Infocus Technologies - AWS Data Engineer - SQL/PySpark
Maharashtra, IN
about 1 month ago
Save Job
Summary
About The Role
We are looking for an ETL Developer with 2-3 years of experience in AWS Data Engineering. The ideal candidate should have strong expertise in PySpark and SQL, along with experience in designing and maintaining efficient ETL pipelines.
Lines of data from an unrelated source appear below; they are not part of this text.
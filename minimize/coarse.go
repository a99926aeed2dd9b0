package minimize

import (
	"context"
	"errors"
	"fmt"

	"github.com/tenter-go/tenter/action"
	"github.com/tenter-go/tenter/constraint"
	"github.com/tenter-go/tenter/field"
)

// coarse solves the problem on the block that keeps every second slice and site,
// or every third if the links cannot be halved, and so on down to blocks of some
// 16 links, and refines the history by cubic interpolation. Pins on events that
// are left out wait for the fine block; of a Cauchy pair the second slice would
// be one of them, so that a window of the fine block is solved first that
// reaches the next coarse slice.
func (l *least) coarse(ctx context.Context, stage *Stage) (*field.History, error) {
	b := l.s.Block()
	factor := 2
	for ; factor <= 7 && (b.Time.Links()%factor != 0 || b.Space.Links()%factor != 0); factor++ {
	}
	onto, err := b.Coarsen(factor)
	if err != nil || onto.Time.Links() < 8 || onto.Space.Links() < 8 {
		return nil, l.refuse(CoarseToFine, "%d × %d links cannot be coarsened to 8 or more by a common factor up to 7; want another block or Windows", b.Time.Links(), b.Space.Links())
	}
	if l.tied() {
		return nil, l.refuse(CoarseToFine, "rates tie values of different slices; want BlockWide")
	}
	s, err := action.New(onto, l.s.Density())
	if err != nil {
		return nil, l.refuse(CoarseToFine, "the density cannot be put on the coarse block (%v); want functions instead of tables", err)
	}
	fine := l.h.Clone()
	pair, isPair := l.free.CauchyPair()
	if isPair {
		if pair%factor != 0 || pair+factor >= b.Slices() {
			return nil, l.refuse(CoarseToFine, "the Cauchy pair begins at slice %d; want a multiple of %d", pair, factor)
		}
		w := &window{least: l, h: fine, stage: stage, most: l.set.Window}
		for n := pair + 2; n <= pair+factor; n++ {
			w.extrapolate(n, n-1, n-2)
		}
		if ok, err := w.solve(ctx, pair, pair+factor+1, pair); err != nil || !ok {
			return fine, err
		}
	}
	start := field.NewHistory(onto, fine.Components)
	held := constraint.On(onto)
	for n := range onto.Slices() {
		solved := isPair && n == pair/factor+1
		for c := range fine.Components {
			row := start.Slice(n).Component(c)
			for i := range row {
				row[i] = fine.At(n*factor, c, i*factor)
			}
			pinRuns(held, n, c, row, func(i int) (float64, bool) {
				k, _ := l.free.At(fine.Index(n*factor, c, i*factor))
				return row[i], k < 0 || solved
			})
		}
	}
	set := l.inner()
	set.Tolerance = 0 // the coarse equation has terms of its own size
	if onto.Time.Links() >= 32 && onto.Space.Links() >= 32 {
		set.Strategy = CoarseToFine
	}
	found, err := LeastResidual(ctx, s, held, start, set)
	var refused *Refusal
	var deepest string
	if set.Strategy == CoarseToFine && errors.As(err, &refused) {
		deepest = "; no coarser: " + refused.Why
		set.Strategy = BlockWide
		found, err = LeastResidual(ctx, s, held, start, set)
	}
	if found == nil {
		return nil, fmt.Errorf("coarse block of %s: %w", describe(onto), err)
	}
	stage.add(found.Report)
	stage.Outcome = fmt.Sprintf("every %d. slice and site: %v, max %.3g", factor, found.Report.Status, found.Report.After.Max) + deepest
	for _, below := range found.Report.Stages {
		stage.Outcome += "; below " + below.Outcome
	}
	return found.History.Resample(b, field.Cubic)
}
This role involves working closely with business stakeholders, data engineers, and analysts to ensure seamless data transformation, integration, and analysis.
Key Responsibilities
ETL Development & Data Processing
Design, develop, and maintain ETL pipelines to support business intelligence and analytics needs.
Process, transform, and load large datasets using PySpark and SQL in a cloud-based environment.
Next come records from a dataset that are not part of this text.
package minimize

import (
	"context"
	"errors"
	"math"
	"testing"

	"github.com/tenter-go/tenter/action"
	"github.com/tenter-go/tenter/constraint"
	"github.com/tenter-go/tenter/field"
	"github.com/tenter-go/tenter/lattice"
	"gonum.org/v1/gonum/mat"
)

// rimmed returns the Euclidean action of a wave on the unit square with n
// interior points a side, the rim pinned to zero, and those pins.
func rimmed(t *testing.T, n int, w action.Wave) (*action.Discrete, *constraint.Set) {
	t.Helper()
	side := lattice.Axis{Step: 1 / float64(n+1), Sites: n + 2}
	b := lattice.Block{Time: side, Space: side}
	w.Signature = action.Euclidean
	s, err := action.New(b, w)
	if err != nil {
		t.Fatal(err)
	}
	held := constraint.On(b)
	zero := func(float64) float64 { return 0 }
	held.Left(zero)
	held.Right(zero)
	held.Slice(0, field.NewSlice(1, n+2))
	held.Slice(n+1, field.NewSlice(1, n+2))
	return s, held
}

// Elastic–plastic torsion, c = 5, the distance to the boundary being the bound
// [MINPACK-2, Averick, Carter, Moré & Xue 1992]; values for n interior points:
// independent computation, to rounding of the fixed-grid problem.
func TestTorsionWithBounds(t *testing.T) {
	for _, c := range []struct {
		n    int
		want float64
	}{{49, -0.418070823793}, {50, -0.41808763202}, {99, -0.418388955702}} {
		s, held := rimmed(t, c.n, action.Wave{Source: action.Uniform(5)})
		dist := func(x, t float64) float64 { return min(x, 1-x, t, 1-t) }
		held.Bounds(func(x, t float64) float64 { return -max(0, dist(x, t)) }, func(x, t float64) float64 { return max(0, dist(x, t)) })
		found, err := Minimum(context.Background(), s, held, field.NewHistory(s.Block(), 1), nil)
		if err != nil {
			t.Errorf("n = %d: %v", c.n, err)
			continue
		}
		// 2e-12 is the tolerance of the reference.
		if d := found.Report.CostAfter - c.want; math.Abs(d) > 2e-12 {
			t.Errorf("n = %d: energy %.13f, want %.12f", c.n, found.Report.CostAfter, c.want)
		}
		pushed := 0
		for _, r := range found.Reactions {
			if r.Kind == "upper bound" {
				pushed++
				if !(r.Push > 0) { // −∂S/∂φ: S falls beyond the bound
					t.Errorf("n = %d: %v; want a push above 0", c.n, r)
				}
			}
		}
		if pushed == 0 {
			t.Errorf("n = %d: no bound is active", c.n)
		}
		t.Logf("n = %d: %d steps, %d active bounds, %.3f s", c.n, found.Report.Iterations, pushed, found.Report.Wall.Seconds())
	}
}

// A director between two walls that ask for different angles through weak
// anchoring: θ is linear, θ′ = ½W sin 2(θ − θ₀) at the lower wall and −½W sin
// 2(θ − θ₀) at the upper, for K = 1 [Rapini & Papoular 1969, J. Phys. Colloques
// 30, C4-54]. The lattice has linear profiles exactly.
func TestWeakAnchoring(t *testing.T) {
	for _, w := range [][2]float64{{1, 1}, {0.5, 5}, {20, 3}} {
		line := lattice.Axis{Step: 0.05, Sites: 21}
		b := lattice.Block{Time: lattice.Axis{Step: 1, Sites: 2}, Space: line}
		s, err := action.New(b, action.Wave{Signature: action.Euclidean})
		if err != nil {
			t.Fatal(err)
		}
		const lower, upper = 0.2, 1.4
		held := constraint.On(b)
		held.CostLeft(nil, constraint.RapiniPapoular{W: w[0], Easy: lower})
		held.CostRight(nil, constraint.RapiniPapoular{W: w[1], Easy: upper})
		start := field.NewHistory(b, 1)
		for i := range start.Data {
			start.Data[i] = 0.8
		}
		found, err := Minimum(context.Background(), s, held, start, nil)
		if err != nil {
			t.Fatalf("W = %v: %v", w, err)
		}
		h := found.History
		first, last := h.At(0, 0, 0), h.At(0, 0, line.Sites-1)
		slope := (last - first) / line.Length()
		// Tolerance: the solve's, 1e-10 of terms of order W.
		for side, miss := range map[string]float64{
			"lower":  slope - 0.5*w[0]*math.Sin(2*(first-lower)),
			"upper":  slope + 0.5*w[1]*math.Sin(2*(last-upper)),
			"linear": h.At(1, 0, 10) - 0.5*(first+last),
		} {
			if math.Abs(miss) > 1e-8 {
				t.Errorf("W = %v: %s condition missed by %.2e", w, side, miss)
			}
		}
		if slope < 0.1 {
			t.Errorf("W = %v: slope %g; the walls should twist the director", w, slope)
		}
	}
}

// A static kink may be moved at no cost. With its collective coordinate held
// the second variation is positive definite and the condition need not push.
func TestKinkWithItsPlaceHeld(t *testing.T) {
	line := lattice.Axis{From: -10, Step: 0.2, Sites: 101}
	b := lattice.Block{Time: lattice.Axis{Step: 1, Sites: 2, Periodic: true}, Space: line}
	s, err := action.New(b, action.Wave{Potential: action.SineGordon{}, Signature: action.Euclidean})
	if err != nil {
		t.Fatal(err)
	}
	kink, err := field.SineGordonKink(field.Moving{At: 0.1}) // half way between two sites
	if err != nil {
		t.Fatal(err)
	}
	start := kink.Over(b)
	mode := field.NewHistory(b, 1)
	for n := range 2 {
		for i := range line.Sites {
			mode.Set(n, 0, i, 1/math.Cosh(line.At(i)-0.1))
		}
	}
	held := constraint.On(b)
	held.CollectiveBlock(mode, start)
	found, err := Minimum(context.Background(), s, held, start, nil)
	if err != nil {
		t.Fatal(err)
	}
	// E = 8 − O(h²); the lattice energies of the reference have 7.98203 at h =
	// 0.4, so about 7.9955 at h = 0.2.
	if e := found.Report.CostAfter / 2; math.Abs(e-7.9955) > 5e-4 {
		t.Errorf("energy %g, want about 7.9955", e)
	}
	for _, r := range found.Reactions {
		if math.Abs(r.Push) > 1e-7 { // Peierls–Nabarro forces are below 1e-12 at this spacing
			t.Errorf("condition pushes: %v", r)
		}
	}
}

// Posterior mean of a Gaussian field with observations: the dense formula of
// Gauss and Markov, (P + Σ aaᵀ/σ²)⁻¹ Σ a d/σ², P the second variation.
func TestGaussMarkov(t *testing.T) {
	b := lattice.Block{Time: lattice.Axis{Step: 0.5, Sites: 5}, Space: lattice.Axis{Step: 0.4, Sites: 7}}
	s, err := action.New(b, action.Wave{Potential: action.Mass(1), Signature: action.Euclidean})
	if err != nil {
		t.Fatal(err)
	}
	held := constraint.On(b)
	held.Observe(0.5, 0.4, 1.5, 0.1)
	held.Observe(1.5, 2, -0.7, 0.3)
	held.Mean(4, 0.25).Soft(0.2)
	held.Average(1, 1.2, 0.5, constraint.Window{Width: 1}).Soft(0.05)
	start := field.NewHistory(b, 1)
	found, err := Minimum(context.Background(), s, held, start, nil)
	if err != nil {
		t.Fatal(err)
	}
	n := len(start.Data)
	p := mat.NewSymDense(n, nil)
	second := s.SecondVariationMatrix(nil, start)
	for e := range n {
		columns, values := second.Row(e)
		for k, f := range columns {
			if f <= e {
				p.SetSym(e, f, values[k])
			}
		}
	}
	free, err := held.Free(start)
	if err != nil {
		t.Fatal(err)
	}
	rhs := mat.NewVecDense(n, nil)
	for e, term := range free.Terms() {
		_, slope, curvature := term.At(0)
		p.SetSym(e, e, p.At(e, e)+curvature)
		rhs.SetVec(e, rhs.AtVec(e)-slope)
	}
	for _, row := range free.SoftRows() {
		a := mat.NewVecDense(n, nil)
		for k, e := range row.Index {
			a.SetVec(int(e), row.Coefficient[k])
		}
		p.SymRankOne(p, row.Precision, a)
		rhs.AddScaledVec(rhs, row.Precision*row.Target, a)
	}
	var want mat.VecDense
	if err := want.SolveVec(p, rhs); err != nil {
		t.Fatal(err)
	}
	for e, v := range found.History.Data {
		if math.Abs(v-want.AtVec(e)) > 1e-12 { // rounding, condition number about 1e3
			t.Fatalf("value %d is %v, dense formula %v", e, v, want.AtVec(e))
		}
	}
	if len(found.Misfits) != 4 {
		t.Errorf("%d misfits, want 4", len(found.Misfits))
	}
}

// Bounds and a linear condition together: the flattest curve of mean 1 above an
// obstacle, by symmetry and by its multipliers.
func TestBoundsWithAMean(t *testing.T) {
	line := lattice.Axis{Step: 0.1, Sites: 21}
	b := lattice.Block{Time: lattice.Axis{Step: 1, Sites: 2}, Space: line}
	s, err := action.New(b, action.Wave{Potential: action.Mass(0.5), Signature: action.Euclidean})
	if err != nil {
		t.Fatal(err)
	}
	held := constraint.On(b)
	for n := range 2 {
		held.Mean(n, 1)
	}
	held.Bounds(func(x, _ float64) float64 { return 1.5 - 2*math.Abs(x-1) }, nil)
	found, err := Minimum(context.Background(), s, held, field.NewHistory(b, 1), nil)
	if err != nil {
		t.Fatal(err)
	}
	h := found.History
	touching := 0
	for i := range line.Sites {
		v := h.At(0, 0, i)
		if math.Abs(v-h.At(1, 0, line.Sites-1-i)) > 1e-9 {
			t.Errorf("site %d: %g, its mirror image %g", i, v, h.At(1, 0, line.Sites-1-i))
		}
		if low := 1.5 - 2*math.Abs(line.At(i)-1); v < low-1e-12 {
			t.Errorf("site %d: %g below the bound %g", i, v, low)
		} else if v < low+1e-9 {
			touching++
		}
	}
	if touching == 0 || touching == line.Sites {
		t.Errorf("%d sites touch the bound; want some", touching)
	}
}

// The same formula for the least residual: with the residual r = Lφ linear and
// of strength q, the posterior mean solves (LᵀL hk/q² + Σ aaᵀ/σ²)φ = Σ a d/σ².
func TestGaussMarkovOfAResidual(t *testing.T) {
	b := lattice.Block{Time: lattice.Axis{Step: 0.3, Sites: 6}, Space: lattice.Axis{Step: 0.4, Sites: 5}}
	s, err := action.New(b, action.Wave{Potential: action.Mass(1), Alpha: action.Uniform(0.2)})
	if err != nil {
		t.Fatal(err)
	}
	held := constraint.On(b)
	for i := range 5 { // noisy readings of two slices, and of one event later on
		held.Observe(0, b.Space.At(i), math.Sin(float64(i)), 0.1)
		held.Observe(0.9, b.Space.At(i), math.Cos(float64(i)), 0.3)
	}
	held.Observe(1.5, 0.8, 0.4, 0.05)
	held.EndToEnd(3, 0.2).Soft(0.4)
	held.Mean(5, -0.1) // hard
	start := field.NewHistory(b, 1)
	const q = 0.7
	found, err := LeastResidual(context.Background(), s, held, start, &Settings{ResidualScale: q})
	if err != nil {
		t.Fatal(err)
	}
	n := len(start.Data)
	free, err := held.Free(start)
	if err != nil {
		t.Fatal(err)
	}
	// One more unknown for the hard condition.
	full, rhs := mat.NewSymDense(n+1, nil), mat.NewVecDense(n+1, nil)
	jac := s.ResidualJacobian(nil, start)
	for r := range n {
		columns, values := jac.Row(r)
		for a, e := range columns {
			for c, f := range columns {
				if f <= e {
					full.SetSym(e, f, full.At(e, f)+values[a]*values[c]*0.3*0.4/(q*q))
				}
			}
		}
	}
	for e, term := range free.Terms() {
		_, slope, curvature := term.At(0)
		full.SetSym(e, e, full.At(e, e)+curvature)
		rhs.SetVec(e, rhs.AtVec(e)-slope)
	}
	for _, row := range free.SoftRows() {
		for k, e := range row.Index {
			for l, f := range row.Index[:k+1] {
				full.SetSym(int(e), int(f), full.At(int(e), int(f))+row.Precision*row.Coefficient[k]*row.Coefficient[l])
			}
			rhs.SetVec(int(e), rhs.AtVec(int(e))+row.Precision*row.Target*row.Coefficient[k])
		}
	}
	for _, row := range free.HardRows() {
		for k, e := range row.Index {
			full.SetSym(n, int(e), row.Coefficient[k])
		}
		rhs.SetVec(n, row.Target)
	}
	var want mat.VecDense
	if err := want.SolveVec(full, rhs); err != nil {
		t.Fatal(err)
	}
	for e, v := range found.History.Data {
		// The normal equations of a condition number near 1e5, squared, times
		// rounding.
		if math.Abs(v-want.AtVec(e)) > 1e-7 {
			t.Fatalf("value %d is %v, dense formula %v\n%v", e, v, want.AtVec(e), found.Report)
		}
	}
	for _, r := range found.Reactions {
		// With C + λ(Σaφ − b) stationary, ∂C/∂φ = −λa: push and λ differ in sign.
		if math.Abs(r.Push+want.AtVec(n)) > 1e-6*(1+math.Abs(want.AtVec(n))) {
			t.Errorf("reaction %v, dense formula %g", r, -want.AtVec(n))
		}
	}
	if len(found.Reactions) != 1 {
		t.Errorf("%d reactions, want that of the mean", len(found.Reactions))
	}
}

func TestStrategiesRefuseSoftConditions(t *testing.T) {
	b := lattice.Block{Time: lattice.Axis{Step: 0.3, Sites: 6}, Space: lattice.Axis{Step: 0.4, Sites: 5}}
	s, err := action.New(b, action.Wave{})
	if err != nil {
		t.Fatal(err)
	}
	held := constraint.On(b)
	held.Slice(0, field.NewSlice(1, 5))
	held.Slice(1, field.NewSlice(1, 5))
	held.Observe(0.9, 0.4, 1, 0.1)
	start := field.NewHistory(b, 1)
	for _, way := range []Strategy{Marching, Windows, CoarseToFine, Shooting, Dragging} {
		var refusal *Refusal
		if _, err := LeastResidual(context.Background(), s, held, start, &Settings{Strategy: way}); !errors.As(err, &refusal) {
			t.Errorf("%v: %v, want a *Refusal", way, err)
		}
	}
	found, err := LeastResidual(context.Background(), s, held, start, nil)
	if err != nil || found.Report.Strategy != BlockWide {
		t.Errorf("left to itself: %v by %v, want block-wide", err, found.Report.Strategy)
	}
}

func TestLeastResidualRefusesBounds(t *testing.T) {
	b := lattice.Block{Time: lattice.Axis{Step: 0.3, Sites: 6}, Space: lattice.Axis{Step: 0.4, Sites: 5}}
	s, err := action.New(b, action.Wave{})
	if err != nil {
		t.Fatal(err)
	}
	held := constraint.On(b)
	held.Bound(0.3, 0.4, 0, 1)
	var refusal *Refusal
	if _, err := LeastResidual(context.Background(), s, held, field.NewHistory(b, 1), nil); !errors.As(err, &refusal) {
		t.Errorf("bounds: %v, want a *Refusal", err)
	}
}

// A minimum under a hard linear condition is a stationary history of index 0
// under it, with the same reaction.
func TestStationaryUnderALinearCondition(t *testing.T) {
	b := lattice.Block{Time: lattice.Axis{Step: 0.5, Sites: 5}, Space: lattice.Axis{Step: 0.4, Sites: 7}}
	s, err := action.New(b, action.Wave{Potential: action.Phi4{}, Signature: action.Euclidean})
	if err != nil {
		t.Fatal(err)
	}
	held := constraint.On(b)
	held.Mean(2, 0.6)
	held.Event(0, 0, -1)
	start := field.NewHistory(b, 1)
	for i := range start.Data {
		start.Data[i] = 0.9
	}
	low, err := Minimum(context.Background(), s, held, start, nil)
	if err != nil {
		t.Fatal(err)
	}
	still, err := Stationary(context.Background(), s, held, low.History, nil)
	if err != nil {
		t.Fatal(err)
	}
	if d := still.History.MaxDifference(low.History); d > 1e-9 { // the tolerance of both
		t.Errorf("%g away from the minimum", d)
	}
	if i := still.Report.Inertia; !i.Known || i.Index != 0 {
		t.Errorf("inertia %+v, want index 0", i)
	}
	for k, r := range low.Reactions {
		if q := still.Reactions[k]; q.Kind != r.Kind || math.Abs(q.Push-r.Push) > 1e-8 || r.Push == 0 {
			t.Errorf("reaction %v, of the minimum %v", q, r)
		}
	}
	if len(low.Reactions) != 2 {
		t.Errorf("%d reactions, want 2", len(low.Reactions))
	}
}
Optimize data workflows for performance, scalability, and reliability.
Data Management & Optimization
Implement data quality checks to ensure accuracy, consistency, and reliability.
Monitor and troubleshoot ETL failures, ensuring minimal downtime and quick resolution.
Optimize database queries and Spark jobs to improve efficiency and reduce processing time.
Collaboration & Documentation
Work closely with data engineers, analysts, and business teams to understand data needs and implement solutions.
Document ETL workflows, data transformation logic, and troubleshooting procedures for knowledge sharing.
Participate in code reviews, testing, and deployment activities to maintain high coding standards.
Required Skills & Experience
2-3 years of hands-on experience as an AWS Data Engineer.
Mandatory Skills
PySpark - Strong expertise in writing and optimizing PySpark scripts.
SQL - Ability to write complex SQL queries, optimize query performance, and work with relational databases.
Experience working with AWS Cloud-based data solutions.
Strong understanding of ETL concepts, data modeling, and data transformation.
Ability to troubleshoot and debug ETL processes effectively.
Knowledge of performance tuning techniques for big data processing.
Nice To Have (Preferred Skills)
Experience with AWS services like S3, Glue, Redshift, EMR, Lambda, or Athena.
Exposure to DevOps practices for data pipelines, including CI/CD.